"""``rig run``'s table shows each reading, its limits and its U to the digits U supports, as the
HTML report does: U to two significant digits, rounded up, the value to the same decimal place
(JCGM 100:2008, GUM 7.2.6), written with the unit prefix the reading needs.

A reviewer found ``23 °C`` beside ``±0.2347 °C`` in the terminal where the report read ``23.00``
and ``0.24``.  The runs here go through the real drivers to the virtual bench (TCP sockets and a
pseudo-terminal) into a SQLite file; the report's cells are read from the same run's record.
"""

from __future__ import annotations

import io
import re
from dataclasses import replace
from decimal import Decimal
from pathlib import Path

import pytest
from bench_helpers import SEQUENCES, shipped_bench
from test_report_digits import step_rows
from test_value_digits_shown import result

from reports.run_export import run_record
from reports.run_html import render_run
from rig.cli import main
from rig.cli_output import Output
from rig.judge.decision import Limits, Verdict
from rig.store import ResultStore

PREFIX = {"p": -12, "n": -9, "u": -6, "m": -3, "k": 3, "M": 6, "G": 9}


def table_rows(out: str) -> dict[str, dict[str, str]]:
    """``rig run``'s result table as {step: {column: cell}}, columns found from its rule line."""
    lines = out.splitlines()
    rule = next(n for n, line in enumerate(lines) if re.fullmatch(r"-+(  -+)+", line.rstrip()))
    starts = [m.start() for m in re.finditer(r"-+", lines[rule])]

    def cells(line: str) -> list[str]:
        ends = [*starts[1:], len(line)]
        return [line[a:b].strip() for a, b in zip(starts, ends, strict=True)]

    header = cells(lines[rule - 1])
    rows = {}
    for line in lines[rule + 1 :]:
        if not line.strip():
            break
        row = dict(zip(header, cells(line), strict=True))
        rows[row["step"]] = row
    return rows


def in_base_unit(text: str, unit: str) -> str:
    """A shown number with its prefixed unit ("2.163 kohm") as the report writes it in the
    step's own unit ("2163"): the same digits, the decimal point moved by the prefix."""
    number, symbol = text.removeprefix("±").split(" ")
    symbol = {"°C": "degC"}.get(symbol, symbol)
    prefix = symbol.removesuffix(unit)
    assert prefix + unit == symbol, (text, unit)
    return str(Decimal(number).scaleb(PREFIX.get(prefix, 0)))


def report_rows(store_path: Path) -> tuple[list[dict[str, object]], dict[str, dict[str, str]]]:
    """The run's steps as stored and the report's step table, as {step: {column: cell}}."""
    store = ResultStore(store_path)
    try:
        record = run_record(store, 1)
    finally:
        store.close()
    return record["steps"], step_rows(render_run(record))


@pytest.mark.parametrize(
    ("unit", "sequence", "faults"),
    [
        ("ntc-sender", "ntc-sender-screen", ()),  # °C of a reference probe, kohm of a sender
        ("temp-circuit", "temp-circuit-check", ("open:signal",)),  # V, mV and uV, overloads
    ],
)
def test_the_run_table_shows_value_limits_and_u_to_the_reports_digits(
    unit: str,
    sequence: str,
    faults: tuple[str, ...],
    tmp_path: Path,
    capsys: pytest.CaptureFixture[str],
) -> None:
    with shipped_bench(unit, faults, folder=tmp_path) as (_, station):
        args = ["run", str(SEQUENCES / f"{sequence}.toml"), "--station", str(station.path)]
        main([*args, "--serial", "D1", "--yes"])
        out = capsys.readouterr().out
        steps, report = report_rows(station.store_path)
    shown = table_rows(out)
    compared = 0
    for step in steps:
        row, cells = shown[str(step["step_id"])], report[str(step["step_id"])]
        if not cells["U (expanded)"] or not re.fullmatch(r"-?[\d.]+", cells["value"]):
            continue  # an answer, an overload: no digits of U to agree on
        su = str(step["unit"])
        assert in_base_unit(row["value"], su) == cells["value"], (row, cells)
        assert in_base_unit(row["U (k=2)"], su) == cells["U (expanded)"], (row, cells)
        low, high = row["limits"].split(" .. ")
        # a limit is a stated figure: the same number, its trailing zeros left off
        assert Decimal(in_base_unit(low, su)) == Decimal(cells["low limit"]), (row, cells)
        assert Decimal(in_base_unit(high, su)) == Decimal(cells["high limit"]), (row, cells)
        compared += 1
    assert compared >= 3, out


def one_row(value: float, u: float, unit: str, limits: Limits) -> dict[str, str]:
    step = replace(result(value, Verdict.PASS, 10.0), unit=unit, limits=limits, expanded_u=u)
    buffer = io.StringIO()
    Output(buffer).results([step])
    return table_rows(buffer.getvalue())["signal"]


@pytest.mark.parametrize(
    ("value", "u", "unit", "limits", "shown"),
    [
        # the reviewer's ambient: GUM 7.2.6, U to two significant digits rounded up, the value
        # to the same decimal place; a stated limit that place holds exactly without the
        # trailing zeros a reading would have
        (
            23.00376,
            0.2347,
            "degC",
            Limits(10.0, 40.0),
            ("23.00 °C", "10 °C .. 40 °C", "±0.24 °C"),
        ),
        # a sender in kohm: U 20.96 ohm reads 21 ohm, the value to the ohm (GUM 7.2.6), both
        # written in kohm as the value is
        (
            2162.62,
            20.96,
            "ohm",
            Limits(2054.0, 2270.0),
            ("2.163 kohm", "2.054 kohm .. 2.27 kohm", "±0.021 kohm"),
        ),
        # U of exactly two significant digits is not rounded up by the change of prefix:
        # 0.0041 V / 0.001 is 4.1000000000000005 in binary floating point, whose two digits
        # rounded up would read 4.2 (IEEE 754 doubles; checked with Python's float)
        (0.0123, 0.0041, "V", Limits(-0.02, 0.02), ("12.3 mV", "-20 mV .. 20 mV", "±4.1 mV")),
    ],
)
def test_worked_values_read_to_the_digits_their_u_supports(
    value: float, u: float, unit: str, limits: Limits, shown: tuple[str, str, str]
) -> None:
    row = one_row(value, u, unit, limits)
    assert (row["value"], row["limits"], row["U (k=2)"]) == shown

==

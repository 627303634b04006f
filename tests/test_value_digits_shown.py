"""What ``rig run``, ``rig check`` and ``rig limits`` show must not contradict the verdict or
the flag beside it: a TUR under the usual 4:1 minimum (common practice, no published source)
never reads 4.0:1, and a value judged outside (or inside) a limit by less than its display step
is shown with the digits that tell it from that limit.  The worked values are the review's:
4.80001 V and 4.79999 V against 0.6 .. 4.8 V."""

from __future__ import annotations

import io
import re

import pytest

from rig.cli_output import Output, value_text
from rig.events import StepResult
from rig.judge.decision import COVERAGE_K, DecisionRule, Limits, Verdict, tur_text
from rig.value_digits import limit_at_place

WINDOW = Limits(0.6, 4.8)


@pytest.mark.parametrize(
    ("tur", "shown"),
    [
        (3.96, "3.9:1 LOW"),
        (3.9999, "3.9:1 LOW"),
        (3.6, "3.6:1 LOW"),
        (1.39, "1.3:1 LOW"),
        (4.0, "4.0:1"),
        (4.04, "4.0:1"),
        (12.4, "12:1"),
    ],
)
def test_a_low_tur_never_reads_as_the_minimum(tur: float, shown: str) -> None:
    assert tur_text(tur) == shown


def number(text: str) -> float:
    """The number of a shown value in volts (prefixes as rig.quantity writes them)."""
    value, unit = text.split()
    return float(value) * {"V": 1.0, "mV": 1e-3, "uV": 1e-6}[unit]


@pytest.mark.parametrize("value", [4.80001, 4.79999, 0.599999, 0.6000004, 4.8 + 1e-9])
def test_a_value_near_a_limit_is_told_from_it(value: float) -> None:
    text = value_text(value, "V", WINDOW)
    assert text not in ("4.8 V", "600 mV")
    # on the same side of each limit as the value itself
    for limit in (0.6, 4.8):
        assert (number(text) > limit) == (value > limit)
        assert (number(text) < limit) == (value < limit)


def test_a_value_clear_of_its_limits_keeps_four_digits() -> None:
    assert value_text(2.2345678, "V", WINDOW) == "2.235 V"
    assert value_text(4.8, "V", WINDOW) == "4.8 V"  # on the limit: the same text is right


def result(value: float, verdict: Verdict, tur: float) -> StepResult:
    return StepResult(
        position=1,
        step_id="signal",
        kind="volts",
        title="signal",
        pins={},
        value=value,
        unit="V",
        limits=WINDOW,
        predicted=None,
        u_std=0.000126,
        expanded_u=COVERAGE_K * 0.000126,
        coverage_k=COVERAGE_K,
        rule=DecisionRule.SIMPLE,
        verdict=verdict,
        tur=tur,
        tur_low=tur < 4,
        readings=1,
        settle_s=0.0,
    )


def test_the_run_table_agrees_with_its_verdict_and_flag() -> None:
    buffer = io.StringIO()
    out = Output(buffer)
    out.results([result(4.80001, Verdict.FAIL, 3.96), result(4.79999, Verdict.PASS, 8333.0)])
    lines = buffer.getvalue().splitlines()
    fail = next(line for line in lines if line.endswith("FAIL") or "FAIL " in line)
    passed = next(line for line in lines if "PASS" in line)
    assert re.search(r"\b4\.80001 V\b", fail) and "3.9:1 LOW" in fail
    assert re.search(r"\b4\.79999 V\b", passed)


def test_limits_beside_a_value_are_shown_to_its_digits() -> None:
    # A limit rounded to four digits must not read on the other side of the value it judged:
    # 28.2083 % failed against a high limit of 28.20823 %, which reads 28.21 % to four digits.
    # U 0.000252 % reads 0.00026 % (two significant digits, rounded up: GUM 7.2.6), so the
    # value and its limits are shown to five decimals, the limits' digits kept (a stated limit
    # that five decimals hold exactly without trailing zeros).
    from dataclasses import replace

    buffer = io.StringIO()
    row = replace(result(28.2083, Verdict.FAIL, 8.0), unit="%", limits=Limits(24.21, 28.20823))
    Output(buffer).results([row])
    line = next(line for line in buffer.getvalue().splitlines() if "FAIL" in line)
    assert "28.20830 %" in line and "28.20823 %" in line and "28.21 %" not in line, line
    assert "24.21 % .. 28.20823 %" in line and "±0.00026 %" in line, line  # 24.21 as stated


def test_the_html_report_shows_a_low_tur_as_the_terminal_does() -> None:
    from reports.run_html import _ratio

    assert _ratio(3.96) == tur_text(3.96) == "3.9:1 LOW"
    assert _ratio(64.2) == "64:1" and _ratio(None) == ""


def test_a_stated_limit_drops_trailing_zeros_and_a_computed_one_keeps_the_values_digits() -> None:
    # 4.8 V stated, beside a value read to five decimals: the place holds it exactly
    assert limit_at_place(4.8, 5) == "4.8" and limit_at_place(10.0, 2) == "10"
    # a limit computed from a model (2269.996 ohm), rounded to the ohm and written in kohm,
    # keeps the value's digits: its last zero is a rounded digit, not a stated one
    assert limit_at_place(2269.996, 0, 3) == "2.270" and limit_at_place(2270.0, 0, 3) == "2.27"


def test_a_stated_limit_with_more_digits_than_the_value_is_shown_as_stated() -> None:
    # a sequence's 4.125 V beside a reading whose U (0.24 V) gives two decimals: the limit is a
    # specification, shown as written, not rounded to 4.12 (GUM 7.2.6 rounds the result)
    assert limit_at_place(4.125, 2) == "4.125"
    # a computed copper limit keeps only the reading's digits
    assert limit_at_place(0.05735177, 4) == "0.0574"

==

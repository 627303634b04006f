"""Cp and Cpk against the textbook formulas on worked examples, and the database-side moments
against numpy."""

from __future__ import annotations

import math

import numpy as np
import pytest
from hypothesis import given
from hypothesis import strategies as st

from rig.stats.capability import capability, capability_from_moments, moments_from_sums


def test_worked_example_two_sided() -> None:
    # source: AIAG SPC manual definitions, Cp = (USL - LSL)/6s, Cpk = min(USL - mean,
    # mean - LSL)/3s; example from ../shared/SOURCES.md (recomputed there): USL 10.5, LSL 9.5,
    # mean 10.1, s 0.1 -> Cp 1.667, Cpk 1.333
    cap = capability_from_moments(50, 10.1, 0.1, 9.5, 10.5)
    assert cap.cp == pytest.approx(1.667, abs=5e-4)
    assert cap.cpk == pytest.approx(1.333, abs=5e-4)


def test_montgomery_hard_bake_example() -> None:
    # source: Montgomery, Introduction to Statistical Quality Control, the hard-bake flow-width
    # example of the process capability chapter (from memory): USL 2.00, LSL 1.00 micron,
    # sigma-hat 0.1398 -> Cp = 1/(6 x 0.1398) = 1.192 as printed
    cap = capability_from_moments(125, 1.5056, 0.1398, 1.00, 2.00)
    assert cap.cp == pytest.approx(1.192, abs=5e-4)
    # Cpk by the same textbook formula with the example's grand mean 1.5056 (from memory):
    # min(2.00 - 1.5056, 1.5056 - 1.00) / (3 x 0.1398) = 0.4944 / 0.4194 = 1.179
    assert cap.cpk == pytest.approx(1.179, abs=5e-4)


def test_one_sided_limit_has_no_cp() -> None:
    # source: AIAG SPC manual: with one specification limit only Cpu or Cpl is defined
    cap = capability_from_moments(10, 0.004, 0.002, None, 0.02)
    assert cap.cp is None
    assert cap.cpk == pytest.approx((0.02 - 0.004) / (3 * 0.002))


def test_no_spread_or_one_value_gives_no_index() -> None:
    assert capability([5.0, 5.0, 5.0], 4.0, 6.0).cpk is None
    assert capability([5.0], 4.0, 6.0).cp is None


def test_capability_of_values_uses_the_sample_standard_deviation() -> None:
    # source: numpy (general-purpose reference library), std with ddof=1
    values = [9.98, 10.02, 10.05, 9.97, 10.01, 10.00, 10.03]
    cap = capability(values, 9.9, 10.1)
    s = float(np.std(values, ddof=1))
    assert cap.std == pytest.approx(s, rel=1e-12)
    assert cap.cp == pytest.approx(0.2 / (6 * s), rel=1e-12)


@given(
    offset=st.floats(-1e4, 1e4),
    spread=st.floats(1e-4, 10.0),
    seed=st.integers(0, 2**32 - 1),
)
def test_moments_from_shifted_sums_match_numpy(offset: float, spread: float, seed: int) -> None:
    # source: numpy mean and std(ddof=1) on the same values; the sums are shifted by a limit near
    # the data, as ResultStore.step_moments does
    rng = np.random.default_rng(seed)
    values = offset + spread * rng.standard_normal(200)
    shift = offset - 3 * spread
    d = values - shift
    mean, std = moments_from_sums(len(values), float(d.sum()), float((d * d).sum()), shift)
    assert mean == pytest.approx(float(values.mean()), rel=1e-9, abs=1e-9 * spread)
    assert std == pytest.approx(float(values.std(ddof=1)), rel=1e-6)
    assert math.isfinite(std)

_Task instructions_: The answer should be a single number: the count of lines in the data that include the string "WINDOW".

_Task solution_: 5